Conductive material and AHLs addition altered soil microbiome and facilitated γ-HCH dechlorination but inhibited CH4 cumulation

Soil microbiome is the cornerstone of sustaining soil ecosystem services and performs an array of vital soil functions. Manipulating soil microbiome is a promising strategy to regulate soil ecosystem function, however, the effect and underlying mechanism for chlorinated organic pollution remediation are limited and the capacity to simultaneously control multiple redox processes is still unclear. Here, the dynamics of the biocathode microbial community after separately or synchronously adding conductive material and acyl-homoserine lactone (AHL) were investigated from the perspectives of electron transfer and microbial assembly in γ-hexachlorocyclohexane (γ-HCH) polluted soil-based bioelectrochemical system.

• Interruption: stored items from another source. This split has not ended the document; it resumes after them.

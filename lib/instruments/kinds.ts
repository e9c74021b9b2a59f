/**
 * What each kind of instrument in the register measures, and in which unit its range and accuracy are
 * stored (SI, as everywhere) and typed (the user's unit system). Framework-free: the API, the forms and
 * the engine helpers all read this one table.
 */
import type { InstrumentKind } from "@/db/schema";
import type { Quantity } from "@/lib/units";

export const INSTRUMENT_KINDS = [
  "manometer",
  "pitot_tube",
  "capture_hood",
  "thermal_anemometer",
  "vane_anemometer",
  "tachometer",
  "clamp_meter",
  "thermo_hygrometer",
  "barometer",
] as const satisfies readonly InstrumentKind[];

/**
 * The unit of a kind's range and accuracy floor: a display quantity of lib/units (converted between
 * SI and inch-pound), or a unit that is the same in both systems (rpm, A).
 */
export type KindMeasure = { quantity: Quantity } | { fixedUnit: "rpm" | "A" };

export interface InstrumentKindInfo {
  kind: InstrumentKind;
  /** The trade's name for it, singular, sentence case. */
  label: string;
  /** What it is used for, in a few words. */
  use: string;
  /** What the range means for this kind: "Range", or "Usable length" for a pitot tube. */
  rangeLabel: string;
  /** Null when the kind has no range or accuracy of its own (a pitot tube's accuracy is the manometer's). */
  measure: KindMeasure | null;
  /** Whether the maker states accuracy as ± % of reading (anemometers, hoods, manometers). */
  hasAccuracyPct: boolean;
  /** The label of the accuracy floor (± in the kind's unit): "± °C" for a thermometer, "± Pa" for a manometer. */
  floorLabel: string | null;
  /** Pitot tubes: coefficient and head diameter. Capture hoods: correction factor. Thermo-hygrometers: % RH accuracy. */
  probeFields: boolean;
  hoodFields: boolean;
  humidityFields: boolean;
}

const info = (kind: InstrumentKind, label: string, use: string, rest: Partial<InstrumentKindInfo> & { measure: KindMeasure | null }): InstrumentKindInfo => ({
  kind,
  label,
  use,
  rangeLabel: "Range",
  hasAccuracyPct: rest.measure !== null,
  floorLabel: rest.measure === null ? null : "Accuracy floor",
  probeFields: false,
  hoodFields: false,
  humidityFields: false,
  ...rest,
});

export const KIND_INFO: Readonly<Record<InstrumentKind, InstrumentKindInfo>> = {
  manometer: info("manometer", "Manometer", "velocity and static pressure", { measure: { quantity: "pressure" } }),
  pitot_tube: info("pitot_tube", "Pitot-static tube", "traverses, read with a manometer", {
    measure: { quantity: "dimension" },
    rangeLabel: "Usable insertion length",
    hasAccuracyPct: false,
    floorLabel: null,
    probeFields: true,
  }),
  capture_hood: info("capture_hood", "Capture hood", "outlet and inlet airflow", { measure: { quantity: "flow" }, hoodFields: true }),
  thermal_anemometer: info("thermal_anemometer", "Thermal anemometer", "low air velocities", { measure: { quantity: "velocity" } }),
  vane_anemometer: info("vane_anemometer", "Vane anemometer", "face velocities at grilles and coils", { measure: { quantity: "velocity" } }),
  tachometer: info("tachometer", "Tachometer", "fan and motor speed", { measure: { fixedUnit: "rpm" } }),
  clamp_meter: info("clamp_meter", "Clamp meter", "motor current", { measure: { fixedUnit: "A" } }),
  thermo_hygrometer: info("thermo_hygrometer", "Thermo-hygrometer", "dry-bulb and relative humidity", {
    measure: { quantity: "temperature" },
    hasAccuracyPct: false,
    floorLabel: "Temperature accuracy",
    humidityFields: true,
  }),
  barometer: info("barometer", "Barometer", "barometric pressure for air density", { measure: { quantity: "barometric" }, hasAccuracyPct: false }),
};

/** The kinds whose readings feed a pitot or anemometer traverse, and those that read the air. */
export const TRAVERSE_READING_KINDS: readonly InstrumentKind[] = ["manometer", "thermal_anemometer", "vane_anemometer"];
export const PROBE_KINDS: readonly InstrumentKind[] = ["pitot_tube"];
export const AIR_KINDS: readonly InstrumentKind[] = ["thermo_hygrometer", "barometer"];
export const TERMINAL_READING_KINDS: readonly InstrumentKind[] = ["capture_hood", "thermal_anemometer", "vane_anemometer", "manometer"];

export function kindLabel(kind: InstrumentKind): string {
  return KIND_INFO[kind].label;
}

/** "Manometer · Airdex DM-40 · SN MM-30418": how an instrument is named on screens and in reports. */
export function instrumentName(instrument: { kind: InstrumentKind; make: string; model: string; serial: string }): string {
  const makeModel = [instrument.make, instrument.model].filter((s) => s.trim() !== "").join(" ");
  return [kindLabel(instrument.kind), makeModel, `SN ${instrument.serial}`].filter((s) => s !== "").join(" · ");
}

The resulting responses of NO3−/Fe(III)/SO42− reduction, γ-HCH dechlorination, and CH4 cumulation were also analyzed. Two conductive materials of biochar (BC) and magnetite nanoparticle (NaFe) and two AHLs including N-butanoyl homoserine lactone (C4-HSL) and 3-oxo-hexanoyl-homoserine lactone (3OC6-HSL) were applied. Exogenous additives facilitated γ-HCH dechlorination but alleviated and even inhibited CH4 cumulation, with BC plus C4-HSL addition as the optimum. Adding BC/NaFe enriched Fe(III)-reducing bacteria and dechlorinators and selectively transferred more electrons to those electron sinks; C4-HSL/3OC6-HSL helped to increase biofilm aggregation; while BC plus C4-HSL stimulated the growth of dominant functional taxa and enhanced the compact microbial correlations. These findings broaden our insights and provide approaches to managing soil microbiomes to solve actual environmental emergencies. It shows an advanced strategy to inhibit greenhouse gas (CH4) emission when COP reduction is facilitated to achieve win-win soil remediation.